The US Food and Drug Administration (FDA) has today approved the drug olaparib (Lynparza) for the treatment of patients with BCRA-mutant metastatic breast cancer in the United States.

Monday 15 January 2018      Campaigns and policy

In June 2017, a major phase-III trial presented at the American Society for Clinical Oncology (ASCO) Conference demonstrated that olaparib can give women living with BRCA-mutated incurable breast cancer significant extra time before their disease progresses, compared to standard chemotherapy.

The OlympiAD trial, led by scientists at the Memorial Sloan Kettering Cancer Center in New York and funded by AstraZeneca, tested olaparib versus chemotherapy for patients with HER2-negative BRCA-mutated advanced breast cancer. It found that olaparib delayed progression by an average of around 3 months, compared to chemotherapy (7.0 months vs 4.2 months respectively).

Olaparib – which is one of a new class of drugs known as PARP inhibitors – was first developed as a cancer treatment following landmark research by UK scientists at the Breast Cancer Now Research Centre at The Institute of Cancer Research, London in 2005, who demonstrated for the first time that cancer cells with BRCA1 and BRCA2 mutations were very sensitive to PARP inhibitors.

The drug works by blocking a DNA repair protein known as PARP, which can help BRCA-mutated cancer cells survive despite their main DNA repair kits (BRCA1 or BRCA2) not functioning properly. By blocking PARP with olaparib, breast cancer cells which have BRCA mutations can be rendered unable to repair their DNA – causing them to die.

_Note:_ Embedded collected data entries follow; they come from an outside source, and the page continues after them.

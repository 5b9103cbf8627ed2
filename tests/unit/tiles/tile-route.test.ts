// The tile route (app/api/tiles/…) against surfaces written into this file's temporary
// database with writeSurfacePlanes: tiles decode (pngjs) to the ramp's colour at known
// cells, no-data is transparent, extrapolation is veiled and hatched, the uncertainty
// layer uses √variance, and bad addresses get problem+json. Expected colours come from
// the ramp lookup table and the scale rule (lib/tiles/scale.ts), positions from the
// slippy-map tile formulas [trade].
import { PNG } from "pngjs";
import { beforeAll, describe, expect, it } from "vitest";
import { getDb } from "@/db";
import { editions, surfaces } from "@/db/schema";
import type { PlaneStats, SurfaceStats } from "@/lib/editions/types";
import { writeSurfacePlanes } from "@/lib/surfaces/store";
import { EXTRAPOLATION_STYLE, rampColor } from "@/lib/tiles/ramps";
import { freshDb } from "../helpers/db";

// 20 × 20 one-degree cells centred on 9.5°W…9.5°E, 9.5°N…9.5°S (row 0 northernmost).
const grid = { lon0: -9.5, lat0: 9.5, dLon: 1, dLat: 1, nx: 20, ny: 20, chunk: 128 };
const n = grid.nx * grid.ny;

function stats(value: PlaneStats, sd: PlaneStats): SurfaceStats {
  return {
    method: "regression-kriging", units: "‰", value, variance: sd, sd,
    stations: { used: 10, excludedCoverage: 0 }, seaLevelEquivalent: true,
    extrapolation: { distanceKm: 1000, cells: 40, fraction: 0.1 },
  };
}
const range = (p02: number, p98: number): PlaneStats => ({ cells: n, min: p02, max: p98, mean: (p02 + p98) / 2, p02, p98 });

async function addSurface(editionId: string, variable: "d18O" | "dExcess", period: number, cell: (r: number, c: number) => [number, number, number], s: SurfaceStats) {
  const value = new Float32Array(n);
  const variance = new Float32Array(n);
  const extrapolation = new Uint8Array(n);
  for (let r = 0; r < grid.ny; r++)
    for (let c = 0; c < grid.nx; c++) [value[r * grid.nx + c], variance[r * grid.nx + c], extrapolation[r * grid.nx + c]] = cell(r, c);
  const row = await getDb().insert(surfaces).values({ editionId, variable, period, grid, stats: s }).returning({ id: surfaces.id }).get();
  await writeSurfacePlanes(row.id, grid, { value, variance, extrapolation });
}

async function get(path: string, headers: Record<string, string> = {}): Promise<Response> {
  const { GET } = await import("@/app/api/tiles/[edition]/[variable]/[period]/[z]/[x]/[y]/route");
  const [edition, variable, period, z, x, y] = path.split("/");
  return GET(new Request(`http://localhost/api/tiles/${path}`, { headers }), { params: Promise.resolve({ edition, variable, period, z, x, y }) });
}

async function decode(res: Response): Promise<PNG> {
  expect(res.status).toBe(200);
  expect(res.headers.get("content-type")).toBe("image/png");
  return PNG.sync.read(Buffer.from(await res.arrayBuffer()));
}

/** The tile pixel holding (lon, lat) at zoom z: slippy-map formulas [trade]. */
function pixelOf(z: number, lon: number, lat: number) {
  const size = 256 * 2 ** z;
  const gx = Math.floor(((lon + 180) / 360) * size);
  const φ = (lat * Math.PI) / 180;
  const gy = Math.floor(((1 - Math.log(Math.tan(φ) + 1 / Math.cos(φ)) / Math.PI) / 2) * size);
  return { x: Math.floor(gx / 256), y: Math.floor(gy / 256), px: gx % 256, py: gy % 256 };
}
const rgbaAt = (png: PNG, px: number, py: number) => Array.from(png.data.subarray(4 * (py * 256 + px), 4 * (py * 256 + px) + 4));
const cellCentre = (r: number, c: number) => ({ lon: grid.lon0 + c * grid.dLon, lat: grid.lat0 - r * grid.dLat });

beforeAll(async () => {
  await freshDb();
  await getDb().insert(editions).values([
    { id: "2026.12.1", status: "published", isDemo: true, publishedAt: new Date() },
    { id: "2027.1.1", status: "ready", isDemo: true },
  ]);
  // δ18O annual: value = −col ‰ (0 in the west … −19 in the east); sd = row + 1; the south-west
  // corner (rows ≥ 15, cols < 5) is sea (NaN); rows ≥ 15 elsewhere are extrapolation.
  await addSurface("2026.12.1", "d18O", 0, (r, c) => (r >= 15 && c < 5 ? [NaN, NaN, 0] : [-c, (r + 1) ** 2, r >= 15 ? 1 : 0]), stats(range(-19, 0), range(1, 20)));
  // d-excess in July: 10 + (col − 10) ‰.
  await addSurface("2026.12.1", "dExcess", 7, (_r, c) => [c, 1, 0], stats(range(0, 19), range(1, 1)));
  await addSurface("2027.1.1", "d18O", 0, () => [-5, 1, 0], stats(range(-5, -5), range(1, 1)));
});

describe("surface tiles", () => {
  it("draws each cell in its ramp colour (δ18O on Meltwater, scale −20…0 ‰ from p02/p98)", async () => {
    for (const [r, c] of [[2, 15], [7, 3], [12, 10]]) {
      const { lon, lat } = cellCentre(r, c);
      const at = pixelOf(4, lon, lat);
      const png = await decode(await get(`2026.12.1/d18O/0/4/${at.x}/${at.y}.png`));
      expect([png.width, png.height]).toEqual([256, 256]);
      // value −c on the scale −20 … 0 (range −19…0 widened to steps of 5)
      expect(rgbaAt(png, at.px, at.py)).toEqual([...rampColor("meltwater", (-c + 20) / 20), 255]);
    }
  });

  it("leaves sea and everything outside the grid transparent", async () => {
    const sea = cellCentre(17, 2);
    const at = pixelOf(4, sea.lon, sea.lat);
    const png = await decode(await get(`2026.12.1/d18O/0/4/${at.x}/${at.y}.png`));
    expect(rgbaAt(png, at.px, at.py)[3]).toBe(0);
    const far = pixelOf(4, 40, 40);
    const empty = await decode(await get(`2026.12.1/d18O/0/4/${far.x}/${far.y}.png`));
    expect(empty.data.every((v) => v === 0)).toBe(true);
  });

  it("veils and hatches extrapolation cells", async () => {
    const { lon, lat } = cellCentre(17, 12);
    const at = pixelOf(6, lon, lat);
    const png = await decode(await get(`2026.12.1/d18O/0/6/${at.x}/${at.y}.png`));
    const base = rampColor("meltwater", (-12 + 20) / 20);
    const veiled = base.map((v) => Math.round(v + EXTRAPOLATION_STYLE.veil * (255 - v)));
    const seen = new Set<string>();
    // the 4 × 3 pixels around the cell centre lie in the cell (a 1° cell is ~45 px at zoom 6) and
    // cover six consecutive diagonals, so one of them is a hatch line
    for (let dy = -1; dy <= 1; dy++)
      for (let dx = -1; dx <= 2; dx++) {
        const onLine = (at.x * 256 + at.px + dx + at.y * 256 + at.py + dy) % EXTRAPOLATION_STYLE.spacing < EXTRAPOLATION_STYLE.width;
        const px = rgbaAt(png, at.px + dx, at.py + dy);
        expect(px).toEqual([...(onLine ? EXTRAPOLATION_STYLE.ink : veiled), 255]);
        seen.add(onLine ? "ink" : "veil");
      }
    expect(seen).toEqual(new Set(["ink", "veil"]));
  });

  it("draws the uncertainty layer (d18O-sd) from √variance on Haze", async () => {
    const { lon, lat } = cellCentre(3, 8);
    const at = pixelOf(5, lon, lat);
    const png = await decode(await get(`2026.12.1/d18O-sd/0/5/${at.x}/${at.y}.png`));
    // sd = row + 1 = 4 on the scale 0 … 20 (p02 1, p98 20, steps of 5)
    expect(rgbaAt(png, at.px, at.py)).toEqual([...rampColor("haze", 4 / 20), 255]);
  });

  it("centres d-excess on +10 ‰ (Moisture source): a cell at +10 ‰ gets the neutral centre", async () => {
    const { lon, lat } = cellCentre(5, 10);
    const at = pixelOf(5, lon, lat);
    const png = await decode(await get(`2026.12.1/dExcess/7/5/${at.x}/${at.y}.png`));
    expect(rgbaAt(png, at.px, at.py)).toEqual([...rampColor("moisture-source", 0.5), 255]);
    const west = cellCentre(5, 2);
    const w = pixelOf(5, west.lon, west.lat);
    const pngW = await decode(await get(`2026.12.1/dExcess/7/5/${w.x}/${w.y}.png`));
    // +2 ‰ on the symmetric scale 10 ± 10 (half-width 10 in steps of 2.5 → 0 … 20)
    expect(rgbaAt(pngW, w.px, w.py)).toEqual([...rampColor("moisture-source", 2 / 20), 255]);
  });

  it("is cacheable forever, keyed by the edition, with an ETag and 304", async () => {
    const res = await get("2026.12.1/d18O/0/0/0/0.png");
    expect(res.status).toBe(200);
    expect(res.headers.get("cache-control")).toBe("public, max-age=31536000, immutable");
    const etag = res.headers.get("etag")!;
    expect(etag).toMatch(/^"[\w-]+"$/);
    const again = await get("2026.12.1/d18O/0/0/0/0.png", { "if-none-match": etag });
    expect(again.status).toBe(304);
    expect(again.headers.get("etag")).toBe(etag);
    expect(await again.text()).toBe("");
    expect((await get("2026.12.1/d18O-sd/0/0/0/0.png")).headers.get("etag")).not.toBe(etag);
    expect((await get("2026.12.1/d18O/0/0/0/0.png", { "if-none-match": '"other"' })).status).toBe(200);
  });

  it("redirects “current” to the newest published edition's immutable address", async () => {
    const res = await get("current/d18O-sd/3/2/1/1.png");
    expect(res.status).toBe(302);
    expect(res.headers.get("location")).toBe("/api/tiles/2026.12.1/d18O-sd/3/2/1/1.png");
    expect(res.headers.get("cache-control")).toBe("no-cache");
  });

  it.each([
    ["2026.12.1/d18O/0/13/0/0.png", 400, /zoom runs from 0 to 12/],
    ["2026.12.1/d18O/0/3/8/0.png", 400, /no tile 3\/8\/0/],
    ["2026.12.1/d18O/0/3/1/-1.png", 400, /whole numbers/],
    ["2026.12.1/d18O/0/3/1/a.png", 400, /whole numbers/],
    ["2026.12.1/d18O/0/3/1/1.jpg", 400, /whole numbers/],
    ["2026.12.1/d18O/13/0/0/0.png", 400, /period is 0 \(annual\) or a month 1–12/],
    ["2026.12.1/d18O/x/0/0/0.png", 400, /period/],
    ["2026.12.1/d17O/0/0/0/0.png", 404, /no map layer “d17O”/],
    ["2099.1.1/d18O/0/0/0/0.png", 404, /no published edition “2099\.1\.1”/],
    ["2027.1.1/d18O/0/0/0/0.png", 404, /no published edition/],
    ["2026.12.1/d2H/0/0/0/0.png", 404, /has no d2H surface for period 0/],
    ["2026.12.1/dExcess/0/0/0/0.png", 404, /has no dExcess surface/],
  ])("%s → %i problem+json", async (path, status, detail) => {
    const res = await get(path);
    expect(res.status).toBe(status);
    expect(res.headers.get("content-type")).toContain("application/problem+json");
    expect(((await res.json()) as { detail: string }).detail).toMatch(detail);
  });
});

Fiona Hazell, Director of Policy and Engagement at Breast Cancer Now, said:

“This drug represents a significant step forward in the treatment of BRCA-mutant secondary breast cancer, and its approval by the FDA is very promising news. Olaparib could soon become one of the first biologically targeted drugs for a group of patients with incurable and aggressive breast cancer who currently have few treatment options.

“This important drug can offer around three extra months before the disease progresses compared to chemotherapy – and a better quality of life during that time – which could be invaluable to so many women and their families. The drug also represents a fantastic achievement for UK science, with PARP inhibitors first being developed as a cancer treatment following research at the Breast Cancer Now Research Centre at The Institute of Cancer Research, London in 2005.

“Having been fast-tracked for approval in the United States, we now look forward to olaparib being submitted to the EMA (European Medicines Agency) for licensing in this indication to open the door for future access for UK patients, as well as research to uncover how we can best identify which patients will benefit the most.”